ASSIGNED TASK: Your answer should be the number of lines in the listing that hold the string "namespace", with no other words.

DATA FOR THIS EXERCISE:

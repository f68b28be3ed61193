#include "network/flow_balance.hpp"

#include <gmock/gmock.h>
#include <gtest/gtest.h>

#include <cmath>
#include <nlohmann/json.hpp>

#include "tests/unit/network/network_support.hpp"

namespace stillzone::network {
namespace {

using ::testing::ElementsAre;
using ::testing::IsEmpty;

/// Rates [m3/d] are exact to rounding.
constexpr double kRounding = 1e-10;

void expect_rates(const std::vector<double>& rates, const std::vector<double>& expected) {
  ASSERT_EQ(rates.size(), expected.size());
  for (std::size_t i = 0; i < rates.size(); ++i) {
    EXPECT_NEAR(rates[i], expected[i], kRounding) << "stream " << i;
  }
}

TEST(FlowBalance, OneTankPassesItsFeedOn) {
  NetworkSketch net;
  net.zone("tank").feed("sludge", 170.0).outlet("overflow");
  net.rest("sludge", "tank").rest("tank", "overflow");
  expect_rates(rates_of(net.the_case()), {170.0, 170.0});
}

TEST(FlowBalance, TheRestOfAFeedGoesWhereNoShareIsGiven) {
  NetworkSketch net;
  net.zone("core").zone("rim").feed("sludge", 170.0).outlet("overflow");
  net.share("sludge", "core", 0.85)
      .rest("sludge", "rim")
      .rest("core", "rim")
      .rest("rim", "overflow");
  expect_rates(rates_of(net.the_case()), {144.5, 25.5, 144.5, 170.0});
}

TEST(FlowBalance, ABypassMeetsNoZone) {
  NetworkSketch net;
  net.zone("tank").feed("sludge", 100.0).outlet("overflow");
  net.share("sludge", "overflow", 0.15).rest("sludge", "tank").rest("tank", "overflow");
  expect_rates(rates_of(net.the_case()), {15.0, 85.0, 85.0});
}

// The network of the complete case in README's format: the core is fed by one-way flow and left by
// exchanges alone. What enters it goes on to the rim on top of their exchange; the floor, a dead
// end, exchanges equal flows. By hand: 0.85 * 170 = 144.5; 170 - 144.5 = 25.5.
TEST(FlowBalance, AnExchangeCarriesTheNetFlowThatHasNoOtherWay) {
  NetworkSketch net;
  net.zone("core", 2550.0).zone("floor", 680.0).zone("rim", 170.0);
  net.feed("sludge", 170.0).outlet("overflow");
  net.schedule("mixing", {.every = 1.0 / 24.0, .on_for = 12.0 / 1440.0}, 0.05);
  net.share("sludge", "core", 0.85).rest("sludge", "rim").rest("rim", "overflow");
  net.exchange("core", "floor", 120.0).exchange("core", "rim", 2500.0).flow_follows("mixing");
  const Balanced result = balanced(net.the_case());
  ASSERT_TRUE(result.balance) << result.faults;
  const double mean = 2500.0 * (0.2 + 0.05 * 0.8);
  expect_rates(result.balance->mean_rates(net.the_case(), 0.0),
               {144.5, 25.5, 170.0, 120.0, 120.0, mean + 144.5, mean});
  expect_rates(result.balance->rates_at(net.the_case(), 0.0),
               {144.5, 25.5, 170.0, 120.0, 120.0, 2644.5, 2500.0});
  expect_rates(result.balance->rates_at(net.the_case(), 0.03),
               {144.5, 25.5, 170.0, 120.0, 120.0, 269.5, 125.0});
  EXPECT_THAT(result.balance->warnings(), IsEmpty());
  EXPECT_LE(
      result.balance->closure_error(net.the_case(), result.balance->rates_at(net.the_case(), 0.03)),
      1e-15);
}

TEST(FlowBalance, ATrainOfTanksJoinedByExchangesPassesTheFeedOn) {
  NetworkSketch net;
  net.zone("first").zone("middle").zone("last").feed("sludge", 150.0).outlet("overflow");
  net.rest("sludge", "first").exchange("middle", "first", 60.0).exchange("middle", "last", 70.0);
  net.rest("last", "overflow");
  expect_rates(rates_of(net.the_case()), {150.0, 60.0, 210.0, 220.0, 70.0, 150.0});
}

// Two equal routes of exchanges from a to d; one twice as strong. Pipes: the net flow through a
// route of two exchanges E in series is proportional to E.
TEST(FlowBalance, NetFlowDividesOverParallelRoutesOfExchangesAndSaysSo) {
  NetworkSketch net;
  net.zone("a").zone("b").zone("c").zone("d").feed("sludge", 90.0).outlet("overflow");
  net.rest("sludge", "a").exchange("a", "b", 200.0).exchange("b", "d", 200.0);
  net.exchange("a", "c", 100.0).exchange("c", "d", 100.0).rest("d", "overflow");
  const Balanced result = balanced(net.the_case());
  ASSERT_TRUE(result.balance) << result.faults;
  expect_rates(result.balance->mean_rates(net.the_case(), 0.0),
               {90.0, 260.0, 200.0, 260.0, 200.0, 130.0, 100.0, 130.0, 100.0, 90.0});
  EXPECT_THAT(
      result.balance->warnings(),
      ElementsAre("the net flow through 4 exchanges, such as \"a\" and \"b\" (/flows/1), has "
                  "more than one way to go; it was divided in proportion to the exchanges. "
                  "Give it as a one-way flow where you know it"));
}

TEST(FlowBalance, StagnantZonesInARingExchangeEqualFlowsWithoutAWarning) {
  NetworkSketch net;
  net.zone("core").zone("north").zone("south").feed("sludge", 90.0).outlet("overflow");
  net.rest("sludge", "core").rest("core", "overflow");
  net.exchange("core", "north", 10.0)
      .exchange("north", "south", 20.0)
      .exchange("south", "core", 30.0);
  const Balanced result = balanced(net.the_case());
  ASSERT_TRUE(result.balance) << result.faults;
  expect_rates(result.balance->mean_rates(net.the_case(), 0.0),
               {90.0, 90.0, 10.0, 10.0, 20.0, 20.0, 30.0, 30.0});
  EXPECT_THAT(result.balance->warnings(), IsEmpty());
}

// Shares in loops, by hand: tank a receives 100 + r, sends half on and half round:
// T = 100 + T/2 -> T = 200.
TEST(FlowBalance, SharesInARecirculationAreSolvedTogether) {
  NetworkSketch net;
  net.zone("a").zone("b").feed("sludge", 100.0).outlet("overflow");
  net.rest("sludge", "a").share("a", "b", 0.5).rest("a", "overflow").rest("b", "a");
  expect_rates(rates_of(net.the_case()), {100.0, 100.0, 100.0, 100.0});
}

// Three tanks, each sharing to the others: T = f + P' T solved by elimination by hand:
// a: T_a = 60 + 0.2 T_b; b: T_b = 40 + 0.5 T_a; -> T_a = 68/0.9, T_b = 70/0.9.
TEST(FlowBalance, SharesOfTwoTanksThatFeedEachOtherMatchTheHandCalculation) {
  NetworkSketch net;
  net.zone("a").zone("b").feed("sludge", 100.0).outlet("overflow");
  net.share("sludge", "a", 0.6).rest("sludge", "b").share("a", "b", 0.5).rest("a", "overflow");
  net.share("b", "a", 0.2).share("b", "overflow", 0.8);
  const double a = 68.0 / 0.9;
  const double b = 70.0 / 0.9;
  expect_rates(rates_of(net.the_case()), {60.0, 40.0, 0.5 * a, 0.5 * a, 0.2 * b, 0.8 * b});
}

TEST(FlowBalance, AGivenFlowBesideASharesTheRestOfTheThroughflow) {
  NetworkSketch net;
  net.zone("a").zone("b").feed("sludge", 100.0).outlet("overflow").outlet("drain");
  net.rest("sludge", "a").share("a", "b", 0.25).given("a", "drain", 75.0).rest("b", "overflow");
  expect_rates(rates_of(net.the_case()), {100.0, 25.0, 75.0, 25.0});
}

TEST(FlowBalance, ARedundantFlowThatAgreesIsAccepted) {
  NetworkSketch net;
  net.zone("tank").feed("sludge", 170.0).outlet("overflow");
  net.given("sludge", "tank", 170.0).given("tank", "overflow", 170.00001);
  EXPECT_EQ(balanced(net.the_case()).faults, "");
}

TEST(FlowBalance, SharesRoundedToSevenDigitsStillCloseTheBalance) {
  NetworkSketch net;
  net.zone("a").zone("b").zone("c").feed("sludge", 100.0).outlet("o");
  net.share("sludge", "a", 0.3333333)
      .share("sludge", "b", 0.3333333)
      .share("sludge", "c", 0.3333333);
  net.rest("a", "o").rest("b", "o").rest("c", "o");
  const auto rates = rates_of(net.the_case());
  EXPECT_NEAR(rates[0] + rates[1] + rates[2], 100.0, kRounding);
}

TEST(FlowBalance, AScheduledFeedBringsItsMeanFlowInPulses) {
  NetworkSketch net;
  net.zone("tank").feed("sludge", 100.0).outlet("overflow");
  net.schedule("pulse", {.every = 1.0, .on_for = 0.25}, 0.2).feed_follows("pulse");
  net.rest("sludge", "tank").rest("tank", "overflow");
  const Balanced result = balanced(net.the_case());
  ASSERT_TRUE(result.balance) << result.faults;
  const double on = 100.0 / (0.25 + 0.2 * 0.75);
  expect_rates(result.balance->mean_rates(net.the_case(), 0.0), {100.0, 100.0});
  expect_rates(result.balance->rates_at(net.the_case(), 0.0), {on, on});
  expect_rates(result.balance->rates_at(net.the_case(), 0.5), {0.2 * on, 0.2 * on});
}

TEST(FlowBalance, AFeedRecordMovesWhatDependsOnIt) {
  NetworkSketch net;
  net.zone("tank").feed("sludge", 0.0).feed_record({0.0, 2.0}, {100.0, 140.0}).outlet("overflow");
  net.share("sludge", "overflow", 0.1).rest("sludge", "tank").rest("tank", "overflow");
  const Balanced result = balanced(net.the_case());
  ASSERT_TRUE(result.balance) << result.faults;
  expect_rates(result.balance->rates_at(net.the_case(), 1.0), {10.0, 90.0, 90.0});
  expect_rates(result.balance->rates_at(net.the_case(), 2.0), {14.0, 126.0, 126.0});
}

TEST(FlowBalance, AFlowThatIsAlwaysZeroIsAWarning) {
  NetworkSketch net;
  net.zone("a").zone("b").feed("sludge", 100.0).outlet("o");
  net.rest("sludge", "a")
      .rest("a", "b")
      .rest("b", "o")
      .given("b", "a", 0.0)
      .exchange("a", "b", 0.0);
  const Balanced result = balanced(net.the_case());
  ASSERT_TRUE(result.balance) << result.faults;
  EXPECT_THAT(result.balance->warnings(),
              ElementsAre("the flow from \"b\" to \"a\" (/flows/3) is 0 at all times",
                          "the flow between \"a\" and \"b\" (/flows/4) is 0 at all times"));
}

}  // namespace
}  // namespace stillzone::network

SOLUTION TO THIS TASK: 4